I'm sort of kidding, but not really. By using it, I can operate on a git repo
using the mercurial CLI, which I am more comfortable with and have built
tooling around.

Once you have the extension installed, it's a matter of prepending 'git+' to
the beginning of eg a github url to clone it, and then you can use native
mercurial commands.

Obviously, this is an extra layer with all of the problems that involves (eg
you're going to be managing git branches through an hg interface. Which works
surprisingly well most of the time.) So this makes NO SENSE WHATSOEVER unless
(1) you are comfortable with the hg interface, (2) you aren't that comfortable
with the git interface, and (3) you don't need to do complex operations that
would require thinking through the layers of what is happening.
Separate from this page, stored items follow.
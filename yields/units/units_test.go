package units

import (
	"math"
	"testing"

	"github.com/stretchr/testify/assert"
	"github.com/stretchr/testify/require"
)

func TestPublishedConstants(t *testing.T) {
	tests := []struct {
		name   string
		got    float64
		want   float64
		relTol float64
	}{
		// IAU 2015 Resolution B3 (GM)_sun over CODATA 2018 G: 1.98841e33 g (from memory; IAU/CODATA).
		{"solar mass", SolarMass, 1.98841e33, 1e-5},
		// IAU 2015 Resolution B2: exact definition 648000/π au with the au exact (IAU 2012 B2).
		{"parsec", Parsec, 3.0856775814913673e18, 1e-15},
		// IAU: Julian year of 365.25 days.
		{"julian year", JulianYear, 3.15576e7, 0},
		// SI: c exact.
		{"speed of light", SpeedOfLight, 2.99792458e10, 0},
		// IAU 2015 Resolution B3 nominal solar luminosity, exact.
		{"solar luminosity", SolarLuminosity, 3.828e33, 0},
		// CODATA 2018: G = 6.67430e-11 m^3 kg^-1 s^-2.
		{"G", Gravitational, 6.67430e-8, 0},
		// IAU 2015 Resolution B3 nominal solar radius, exact.
		{"solar radius", SolarRadius, 6.957e10, 0},
		// CODATA 2018 (exact in the 2019 SI): h = 6.62607015e-34 J s, 1 eV = 1.602176634e-19 J.
		{"planck", Planck, 6.62607015e-27, 0},
		{"electron volt", ElectronVolt, 1.602176634e-12, 0},
		// CODATA 2018: σ = 5.670374419e-8 W m^-2 K^-4 (the quoted digits of the exact value).
		{"stefan-boltzmann", StefanBoltzmann, 5.670374419e-5, 1e-9},
		// 1 Msun km/s in g cm/s: 1.98841e33 g × 1e5 cm/s (arithmetic on the values above).
		{"Msun km/s", MsunKms, 1.98841e38, 1e-5},
	}
	for _, tc := range tests {
		t.Run(tc.name, func(t *testing.T) {
			if tc.relTol == 0 {
				assert.Equal(t, tc.want, tc.got)
				return
			}
			assert.InEpsilon(t, tc.want, tc.got, tc.relTol)
		})
	}
}

func TestCodeUnitsRoundTrip(t *testing.T) {
	// Two systems: cgs (identity) and kpc / 1e10 Msun / km/s (common practice).
	systems := map[string]CodeUnits{"cgs": CGS(), "astro": Astro()}
	for name, u := range systems {
		t.Run(name, func(t *testing.T) {
			require.NoError(t, u.Validate())
			conv := []struct {
				what   string
				factor float64
			}{
				{"length", u.LengthCm}, {"mass", u.MassG}, {"velocity", u.VelocityCmPS},
				{"time", u.TimeS()}, {"energy", u.EnergyErg()}, {"specific energy", u.SpecificEnergy()},
				{"density", u.DensityGCm3()}, {"momentum", u.MomentumGCmPS()},
			}
			for _, c := range conv {
				for _, x := range []float64{1, 3.7e-5, 2.2e12} {
					cgs := x * c.factor
					back := cgs / c.factor
					assert.InEpsilon(t, x, back, 1e-15, "%s code→cgs→code", c.what)
					code := x / c.factor
					assert.InEpsilon(t, x, code*c.factor, 1e-15, "%s cgs→code→cgs", c.what)
				}
			}
			// Derived factors agree with their definitions.
			assert.InEpsilon(t, u.LengthCm/u.VelocityCmPS, u.TimeS(), 1e-15)
			assert.InEpsilon(t, u.MassG*u.VelocityCmPS*u.VelocityCmPS, u.EnergyErg(), 1e-15)
			assert.InEpsilon(t, u.MassG/math.Pow(u.LengthCm, 3), u.DensityGCm3(), 1e-14)
		})
	}
	// The astro system's time unit is about 0.978 Gyr (kpc/(km/s); common practice).
	assert.InDelta(t, 0.9778, Astro().TimeS()/Gigayear, 5e-4)
}

func TestValidateRejects(t *testing.T) {
	bad := []CodeUnits{
		{LengthCm: 0, MassG: 1, VelocityCmPS: 1},
		{LengthCm: 1, MassG: -1, VelocityCmPS: 1},
		{LengthCm: 1, MassG: 1, VelocityCmPS: math.NaN()},
		{LengthCm: math.Inf(1), MassG: 1, VelocityCmPS: 1},
	}
	for _, u := range bad {
		assert.Error(t, u.Validate(), "%+v", u)
	}
}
Honestly, though, if I want to contribute to a github repo, this gives me
everything I need 95% of the time. So far, the only time I ran into trouble
was when the active branch was renamed in the github repo. Things got very
tangled up, and I had to re-clone and import my patch stack. Judging by the
number of people talking about making "backups" of git repos in this comment
section, it doesn't sound like that's an unexpected operation in git-land.
With mercurial's immutable and append-only nature, I very very rarely need to
do this, so it felt kind of awful.

(Admittedly, my main hg repo that I work on is 6GB and I'm normally near the
limit of my disk space, so my habits don't really match your typical megabyte-
sized github repo in some noncompiled language.)

------
mFixman
Honestly, a lot of what's wrong in git is that people seem to mostly memorize
or copy-paste a finite amount of commands, and when something goes wrong they
are completely lost unless they can find a way to copy-paste a solution.

Instead of saving a 6 command list for some use cases, why not just get used
to the simple but kinda unintuitive way of how revisions and branches work? If
you know that, you can solve any problem with `commit`, `checkout`, `reset`,
`reflog`, and occasionally `cherry-pick`.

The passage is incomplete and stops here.